Personally I’d say cave diving. I was contemplating between that and free climbing soloing but I honestly rather fall to my death than drown in a claustrophobic, dark, cold, silted up cave.
Extreme Cave diving.
all cave diving is extreme
Edd Sorenson has some fantastic cave rescue / body recovery stories incase anyone’s interested. The dude is an absolute legend in the cave diving circles.
Cave diving is a good one. But also underwater cave diving, if that’s the right term. Seeing pictures of those those “don’t go beyond this point you will die” signs underwater is pretty dang spooky
Extreme ironing. I don’t see the point of dragging a board and iron anywhere. Even at home I’d rather wear wrinkles than open that board. (which is why I buy perminant press church clothes)
wingsuit. How do they even train?
You’re probably talking about proximity flying. I’ve done a bunch of wingsuit flying, in groups, from a plane. Skydiving but with wingsuits. With all of the correct training and gear, it felt completely safe.
I never BASE jumped, but when I was skydiving a lot I was considering giving it a go, but still leaning towards the ‘nah that’s probably a bit too dangerous for me’ side.
Then there’s base jumping with a wingsuit… Something that if I had gotten into base jumping, would still have probably been too scary.
Then, about 100x more dangerous and terrifying than all of that, is proximity flying - wingsuit base, with the intention of staying close to terrain the whole time. These psychos fly through valleys, between trees etc…
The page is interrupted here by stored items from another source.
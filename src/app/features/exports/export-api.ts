import { HttpClient } from '@angular/common/http';
import { inject, Injectable } from '@angular/core';
import { firstValueFrom } from 'rxjs';
import type { AnimationRequest, ExportDto, ExportLinkDto, SharedExportDto, SheetRequest } from '@shared/api/export.schema';

/** HTTP calls for a studio's exports (comparison sheets made in the background). */
@Injectable({ providedIn: 'root' })
export class ExportApi {
  private readonly http = inject(HttpClient);
  private readonly base = (studioId: string) => `/api/studios/${studioId}/exports`;

  async list(studioId: string): Promise<ExportDto[]> {
    return (await firstValueFrom(this.http.get<{ exports: ExportDto[] }>(this.base(studioId)))).exports;
  }
  async create(studioId: string, body: Partial<SheetRequest>): Promise<ExportDto> {
    return (await firstValueFrom(this.http.post<{ export: ExportDto }>(this.base(studioId), body))).export;
  }
  async createAnimation(studioId: string, body: Partial<AnimationRequest>): Promise<ExportDto> {
    return (await firstValueFrom(this.http.post<{ export: ExportDto }>(`${this.base(studioId)}/animations`, body))).export;
  }
  async cancel(studioId: string, id: string): Promise<ExportDto> {
    return (await firstValueFrom(this.http.post<{ export: ExportDto }>(`${this.base(studioId)}/${id}/cancel`, {}))).export;
  }
  async retry(studioId: string, id: string): Promise<ExportDto> {
    return (await firstValueFrom(this.http.post<{ export: ExportDto }>(`${this.base(studioId)}/${id}/retry`, {}))).export;
  }
  async links(studioId: string, id: string): Promise<ExportLinkDto[]> {
    return (await firstValueFrom(this.http.get<{ links: ExportLinkDto[] }>(`${this.base(studioId)}/${id}/links`))).links;
  }
  async createLink(studioId: string, id: string, expiresInDays: number | null): Promise<ExportLinkDto> {
    return (
      await firstValueFrom(
        this.http.post<{ link: ExportLinkDto }>(`${this.base(studioId)}/${id}/links`, expiresInDays ? { expiresInDays } : {}),
      )
    ).link;
  }
  async revokeLink(studioId: string, id: string, linkId: string): Promise<void> {
    await firstValueFrom(this.http.delete(`${this.base(studioId)}/${id}/links/${linkId}`));
  }
  /** What an export's share link opens (no session needed). */
  async shared(token: string): Promise<SharedExportDto> {
    return (await firstValueFrom(this.http.get<{ export: SharedExportDto }>(`/api/shared-exports/${token}`))).export;
  }
  async remove(studioId: string, id: string): Promise<void> {
    await firstValueFrom(this.http.delete(`${this.base(studioId)}/${id}`));
  }
}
Knowing what I do about how tricky it is to fly a low-performance, gentle easy wingsuit in a stable formation, the idea of flying these bigger, twitchier high performance wingsuits through a valley just seems suicidal. Absolutely nope.
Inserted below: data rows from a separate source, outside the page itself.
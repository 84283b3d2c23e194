import { PNG } from 'pngjs';
import sharp from 'sharp';
import type { Page } from '@playwright/test';
import { sheetGeometry } from '@shared/export/sheet';
import { choose, studioIdOf } from './bench-helpers';
import { expect, signIn, test } from './fixtures';

/** Picks several options of a multiple mat-select, then closes its panel. */
async function chooseMany(page: Page, select: RegExp, options: (string | RegExp)[]): Promise<void> {
  await page.getByRole('combobox', { name: select }).click();
  for (const option of options) await page.getByRole('option', { name: option }).click();
  await page.keyboard.press('Escape');
}

const xsrf = async (page: Page) => (await page.context().cookies()).find((c) => c.name === 'XSRF-TOKEN')!.value;

test('a 2 × 2 comparison sheet: asked for on the Exports page, followed to Ready, downloaded, shared by a link that opens without an account, its cells equal to single reference renders', async ({
  page,
  guard,
}, testInfo) => {
  void guard;
  await signIn(page, 'editor@kilnquartz.example', 'amber-glow-demo');
  await expect(page).toHaveURL(/\/bench/);
  const studioId = studioIdOf(page.url());
  await page.getByRole('link', { name: 'Exports' }).click();
  await expect(page.getByRole('heading', { name: 'Exports', level: 1 })).toBeVisible();

  // The form says what is missing before anything can be sent.
  await expect(page.getByText('Choose at least one artwork.')).toBeVisible();
  await expect(page.getByRole('button', { name: 'Make sheet' })).toBeDisabled();
  const title = `Client sheet ${Date.now().toString(36)}`;
  await page.getByLabel('Title (optional)').fill(title);
  await choose(page, 'Layout', 'Grid: artworks down, looks across');
  await chooseMany(page, /^Artworks/, ['Title screen', /^Walk cycle/]);
  const looks = [/^Standard · Amber EL 320 × 240/, /^Standard · Vacuum fluorescent/];
  await chooseMany(page, /^Looks/, looks);
  await choose(page, 'Scale', '1 px a cell pitch');
  await expect(page.getByText(/4 cells · a sheet of [\d,]+ × [\d,]+ px/)).toBeVisible();
  await page.getByRole('button', { name: 'Make sheet' }).click();

  // Its progress shows while it is made, then it is ready to download.
  const item = page.getByRole('listitem').filter({ hasText: title });
  await expect(item).toBeVisible();
  await expect(item.getByText('Ready', { exact: true })).toBeVisible({ timeout: 30_000 });
  await expect(item.getByRole('progressbar')).toHaveCount(0);
  await page.screenshot({ path: testInfo.outputPath('exports-laptop.png'), fullPage: true });

  // A reload keeps it (the jobs and their state live on the server).
  await page.reload();
  await expect(page.getByRole('listitem').filter({ hasText: title }).getByText('Ready', { exact: true })).toBeVisible();
  const [download] = await Promise.all([
    page.waitForEvent('download'),
    page.getByRole('link', { name: new RegExp(`^Download ${title}: Sheet \\(PNG\\)`) }).click(),
  ]);
  expect(download.suggestedFilename()).toBe(`${title}.png`);
  const sheet = PNG.sync.read(Buffer.concat(await (await download.createReadStream()).toArray()));

  // A share link for the client: opened in a browser with no session, it shows the sheet and downloads it.
  await item.getByRole('button', { name: `Share links of ${title}` }).click();
  await item.getByRole('button', { name: 'New share link' }).click();
  const shareUrl = await item.getByRole('textbox', { name: /The new share link/ }).inputValue();
  expect(shareUrl).toMatch(/\/shared-exports\/[\w-]{40,}$/);
  const client = await page.context().browser()!.newContext();
  const clientPage = await client.newPage();
  guard.watch(clientPage);
  await clientPage.goto(shareUrl);
  await expect(clientPage.getByRole('heading', { name: title })).toBeVisible();
  const preview = clientPage.getByRole('img', { name: `Comparison sheet: ${title}` });
  await expect(preview).toBeVisible();
  expect(await preview.evaluate((img: HTMLImageElement) => img.complete && img.naturalWidth)).toBe(sheet.width);
  const [shared] = await Promise.all([
    clientPage.waitForEvent('download'),
    clientPage.getByRole('link', { name: /^Download Sheet \(PNG\)/ }).click(),
  ]);
  expect(PNG.sync.read(Buffer.concat(await (await shared.createReadStream()).toArray())).width).toBe(sheet.width);
  await client.close();

  // The server says where each cell went; each cut out equals the studio's reference render of it.
  const list = await (await page.request.get(`/api/studios/${studioId}/exports`)).json();
  const made = list.exports.find((e: { title: string }) => e.title === title);
  expect([sheet.width, sheet.height]).toEqual([made.width, made.height]);
  const renders: PNG[][] = [];
  for (const artwork of made.artworks) {
    const row: PNG[] = [];
    for (const look of made.looks) {
      const res = await page.request.post(`/api/studios/${studioId}/renders`, {
        headers: { 'X-XSRF-TOKEN': await xsrf(page) },
        data: { artworkId: artwork.id, presetId: look.id, scale: 1 },
      });
      expect(res.ok()).toBe(true);
      row.push(PNG.sync.read(await (await page.request.get((await res.json()).render.url)).body()));
    }
    renders.push(row);
  }
  // Where each cell went, by the layout rules (their arithmetic is checked in shared/export/sheet.spec.ts).
  const geometry = sheetGeometry(renders.map((row) => row.map((p) => ({ width: p.width, height: p.height }))));
  renders.forEach((row, r) =>
    row.forEach((render, c) => {
      const at = geometry.cells[r][c].image;
      let differing = 0;
      for (let yy = 0; yy < render.height; yy++) {
        for (let xx = 0; xx < render.width; xx++) {
          const s = ((at.y + yy) * sheet.width + at.x + xx) * 4;
          const p = (yy * render.width + xx) * 4;
          if (sheet.data[s] !== render.data[p] || sheet.data[s + 1] !== render.data[p + 1] || sheet.data[s + 2] !== render.data[p + 2])
            differing++;
        }
      }
      expect(differing, `cell ${r},${c}`).toBe(0);
    }),
  );
});

test('the Exports page on a phone: the form and the list fit 390 px', async ({ page, guard }, testInfo) => {
  void guard;
  await page.setViewportSize({ width: 390, height: 844 });
  await signIn(page, 'owner@kilnquartz.example', 'amber-glow-demo');
  await expect(page).toHaveURL(/\/bench/);
  await page.goto(page.url().replace(/\/bench.*$/, '/exports'));
  await expect(page.getByRole('heading', { name: 'Exports', level: 1 })).toBeVisible();
  await expect(page.getByRole('button', { name: 'Make sheet' })).toBeVisible();
  const overflow = await page.evaluate(() => document.documentElement.scrollWidth - document.documentElement.clientWidth);
  expect(overflow).toBeLessThanOrEqual(0);
  await page.screenshot({ path: testInfo.outputPath('exports-phone.png'), fullPage: true });
});

test('Add to sheet on the bench starts a sheet with the artwork and look on the bench', async ({ page, guard }) => {
  void guard;
  await signIn(page, 'editor@kilnquartz.example', 'amber-glow-demo');
  await expect(page).toHaveURL(/\/bench/);
  await choose(page, 'Artwork', 'Walk cycle');
  await page.getByRole('link', { name: 'Add to sheet' }).click();
  await expect(page).toHaveURL(/\/exports\?artwork=.+&look=/);
  await expect(page.getByRole('combobox', { name: /^Artworks/ })).toContainText('Walk cycle');
  await expect(page.getByRole('combobox', { name: /^Looks/ })).toContainText('Standard');
  await expect(page.getByText(/1 cell · a sheet of/)).toBeVisible();
  // An animation: the frame can be chosen, and a frame past its end is refused before sending.
  await page.getByLabel('Animation frame').fill('9');
  await expect(page.getByText('Choose a frame from 1 to 4.')).toBeVisible();
  await expect(page.getByRole('button', { name: 'Make sheet' })).toBeDisabled();
  await expect(page.getByRole('checkbox', { name: /^Analysis under each render/ })).not.toBeChecked();

  // From the bench's Analysis: the same, with the analysis under each render.
  await page.goBack();
  await choose(page, 'Artwork', 'Walk cycle');
  await page.getByRole('button', { name: 'Analysis' }).click();
  await page.getByRole('link', { name: 'Add to sheet with this analysis' }).click();
  await expect(page.getByRole('checkbox', { name: /^Analysis under each render/ })).toBeChecked();
  await expect(page.getByRole('combobox', { name: /^Artworks/ })).toContainText('Walk cycle');
});

test('an animation through a look: made in the background, with its flash check, downloaded as GIF with every frame', async ({
  page,
  guard,
}) => {
  void guard;
  await signIn(page, 'editor@kilnquartz.example', 'amber-glow-demo');
  await expect(page).toHaveURL(/\/bench/);
  await page.getByRole('link', { name: 'Exports' }).click();
  await page.getByRole('radio', { name: 'Animation' }).click();
  await expect(page.getByText('Choose an animation.')).toBeVisible();
  const title = `Walk ${Date.now().toString(36)}`;
  await page.getByLabel('Title (optional)').fill(title);
  await choose(page, 'Animation', /^Walk cycle · 4 frames/);
  await choose(page, 'Look', /^Standard · Amber EL 320 × 240/);
  await choose(page, 'Scale', '1 px a cell pitch');
  await expect(page.getByText(/4 frames of 320 × 240 px/)).toBeVisible();
  await page.getByRole('button', { name: 'Make animation' }).click();
  const item = page.getByRole('listitem').filter({ hasText: title });
  await expect(item.getByText('Ready', { exact: true })).toBeVisible({ timeout: 30_000 });
  await expect(item).toContainText('Animation · 4 frames');
  await expect(item).toContainText(/Flash check at 600 mm: passes/);
  const [download] = await Promise.all([page.waitForEvent('download'), item.getByRole('link', { name: /Animation \(GIF/ }).click()]);
  expect(download.suggestedFilename()).toBe(`${title}.gif`);
  const meta = await sharp(Buffer.concat(await (await download.createReadStream()).toArray()), { animated: true }).metadata();
  expect([meta.pages, meta.width, meta.pageHeight]).toEqual([4, 320, 240]);
});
Yeah thanks, I meant the proximity flying with a wingsuit where they fly very close to the terrain. I live close to a mountain where they are doing this. The videos are stunning but we hear about accidents regularly in local media. If something happens your done. No thx: https://youtu.be/QKMkhCsgsas
Given a chance to truly fly, you’d pass on that?
The kind of parkour runs which you do on top of high rise buildings
Anything with an internal combustion engine. Fuck that
Hard to pick one when I’ll never do any of them.
slope skiiing
I can’t tell if you’re trying to say Alpine skiing is scary or that you’re into all the stuff people consider to be extreme sports.
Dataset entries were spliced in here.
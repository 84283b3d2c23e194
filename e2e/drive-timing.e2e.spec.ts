import { expect, signIn, test } from './fixtures';

test('an editor works out an EL drive timing and saves it; the viewer sees it without edit controls', async ({
  page,
  browser,
  guard,
}, testInfo) => {
  await signIn(page, 'editor@kilnquartz.example', 'amber-glow-demo');
  await page.getByRole('link', { name: 'Drive timing' }).click();
  await expect(page.getByRole('heading', { name: 'High voltage: read before you probe' })).toBeVisible();
  // A new timing has no name until the user gives one (issue "Workflow", item 22).
  await expect(page.getByRole('textbox', { name: 'Name', exact: true })).toHaveValue('');
  // DMT 640×480@60, dual-scan, 4 pixels a clock [std DMT row; calc shift clock 25.175 / 8].
  await expect(page.getByText('25.175 MHz', { exact: true })).toBeVisible();
  await expect(page.getByText('31.469 kHz', { exact: true })).toBeVisible();
  await expect(page.getByText('3.147 MHz', { exact: true })).toBeVisible();
  await expect(page.getByLabel('CR00 to CR18 in hex')).toContainText('5F 4F 50 83 52 9E 0B 3E 00 40');
  await expect(page.getByRole('img', { name: /Timing diagram of one line and one frame/ })).toBeVisible();

  // CVT reduced blanking v2 for the same size [std worked result: 21.384 MHz].
  await page.getByRole('combobox', { name: 'Standard' }).click();
  await page.getByRole('option', { name: 'CVT reduced blanking v2' }).click();
  await page.getByRole('textbox', { name: /Mode/ }).fill('640x480@60');
  await expect(page.getByText('21.384 MHz', { exact: true })).toBeVisible();

  // A timing by hand that refreshes too slowly for EL gets a warning.
  await page.getByRole('radio', { name: 'By hand' }).click();
  await page.getByRole('spinbutton', { name: 'Pixel clock (MHz)' }).fill('15');
  await expect(page.getByText(/EL panels are usually refreshed at 60–120 Hz/)).toBeVisible();
  await page.getByRole('spinbutton', { name: 'Pixel clock (MHz)' }).fill('0');
  await expect(page.getByRole('alert').filter({ hasText: 'This timing cannot be used' })).toBeVisible();
  await page.getByRole('spinbutton', { name: 'Pixel clock (MHz)' }).fill('25.175');

  const name = `E2E timing ${Date.now().toString(36)}`;
  await page.getByRole('textbox', { name: 'Name', exact: true }).fill(name);
  await page.getByRole('button', { name: 'Save timing' }).click();
  await expect(page.getByRole('list', { name: 'Saved timings' })).toContainText(name);
  await page.screenshot({ path: testInfo.outputPath('drive-editor.png') });

  const context = await browser.newContext();
  const viewer = await context.newPage();
  guard.watch(viewer);
  await signIn(viewer, 'viewer@kilnquartz.example', 'amber-glow-demo');
  await viewer.getByRole('link', { name: 'Drive timing' }).click();
  await expect(viewer.getByRole('list', { name: 'Saved timings' })).toContainText(name);
  await viewer.getByRole('button', { name: `Open ${name}` }).click();
  await expect(viewer.getByRole('spinbutton', { name: 'Pixel clock (MHz)' })).toHaveValue('25.175');
  await expect(viewer.getByRole('button', { name: /Save/ })).toHaveCount(0);
  await expect(viewer.getByRole('button', { name: `Delete ${name}` })).toHaveCount(0);
  await context.close();
});

test('modes are read as written, switching standard keeps a mode that means something, and a timing too wide for the VBE block is refused beside its fields', async ({
  page,
}) => {
  await signIn(page, 'editor@kilnquartz.example', 'amber-glow-demo');
  await page.getByRole('link', { name: 'Drive timing' }).click();
  // The VGA BIOS mode, then CVT: the mode box shows a mode CVT can read, and the results follow it (issue "Workflow", item 7).
  await page.getByRole('combobox', { name: 'Mode' }).click();
  await page.getByRole('option', { name: 'VGA BIOS mode 12h (640×480)' }).click();
  await page.getByRole('combobox', { name: 'Standard' }).click();
  await page.getByRole('option', { name: 'CVT 1.2' }).click();
  const mode = page.getByRole('textbox', { name: /Mode/ });
  await expect(mode).toHaveValue('640x480@60');
  await expect(page.getByRole('img', { name: /Timing diagram/ })).not.toContainText('vga-mode-12h');
  // CVT 640×480@60 [calc, agreeing with published modelines: 23.75 MHz; docs/references.md].
  await expect(page.getByText('23.750 MHz', { exact: true })).toBeVisible();
  // Spaced, as the label writes it.
  await mode.fill('800 x 600 @ 60');
  // CVT 800×600@60 [from memory of published modelines: 38.25 MHz; docs/references.md].
  await expect(page.getByText('38.250 MHz', { exact: true })).toBeVisible();
  // Out of range is a range message, not a format one.
  await mode.fill('0x0@0');
  await expect(page.getByRole('alert').filter({ hasText: 'width must be a whole number from 64 to 8192, got 0' })).toBeVisible();

  // By hand, 100000 × 100000: refused beside the horizontal and vertical fields, naming the field and its width (item 8).
  await page.getByRole('radio', { name: 'By hand' }).click();
  const horizontal = page.getByRole('group', { name: 'Horizontal (pixels)' });
  await horizontal.getByRole('spinbutton', { name: 'Active' }).fill('100000');
  await expect(horizontal.getByRole('alert')).toContainText(
    "the horizontal total (pixels) would be 100160, more than the VBE block's 16-bit HorizontalTotal field holds (at most 65535)",
  );
  await expect(page.getByLabel('CRTC information block bytes')).toHaveCount(0);
  await page.getByRole('textbox', { name: 'Name', exact: true }).fill('Too wide');
  await page.getByRole('button', { name: 'Save timing' }).click();
  await expect(page.getByRole('list', { name: 'Saved timings' })).not.toContainText('Too wide');
  await horizontal.getByRole('spinbutton', { name: 'Active' }).fill('640');
  await expect(horizontal.getByRole('alert')).toHaveCount(0);
  await expect(page.getByLabel('CRTC information block bytes')).toContainText('20 03');
});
I would gladly skydive; but strapping some dead trees to my feet and hurtling myself at high speed towards a bunch of live trees, as though taunting them, seems like a bad idea.
Yes indeed, mocking gravity while hurling yourself directly towards the enormous local source of it all is much more sane (said as someone who has done plenty of both)
The one I would also most like to do, if only it was safe and I wasn’t disabled: wingsuiting. Even if I wasn’t disabled I still wouldn’t do it, just because I don’t want to die by smashing into the ground at 60 mph. But moving through the sky like that sounds incredible.
Yeah, free soloing is the one. I climb all the time, totally happy doing anything at any height with a rope but without one? Nah.
I just watched the documentary Free Solo last weekend. I have never been climbing, not because I didn’t want to. But now I also don’t want to.
My advice is to try it out at an indoor gym first! And also never to free solo anything! Ever!
Bull riding.
Wrecking ball duelling. But I’d pay to see others do it with each their own tower crane.
I’d be up for that if you’ll find me an opponent - and a crane.
I’ve done a little bit of cave diving. There are caves I would dive again, and some I absolutely would not. These experiences rank very highly among the coolest of my life. There’s things to see down there you can’t experience any other way. But yes, it is relatively dangerous and I spent a lot of time down there not thinking about how far away I was from the surface.
Too late:
E4
a lot of people saying cave diving and I agree it is fucking terrifying and you wouldn’t catch me anywhere near it but you are weightless, if you go somewhere bad you can almost always just go back. Dry caving however has this little thing called gravity, you can get stuck in a hole with no way out, I would honestly rather drown.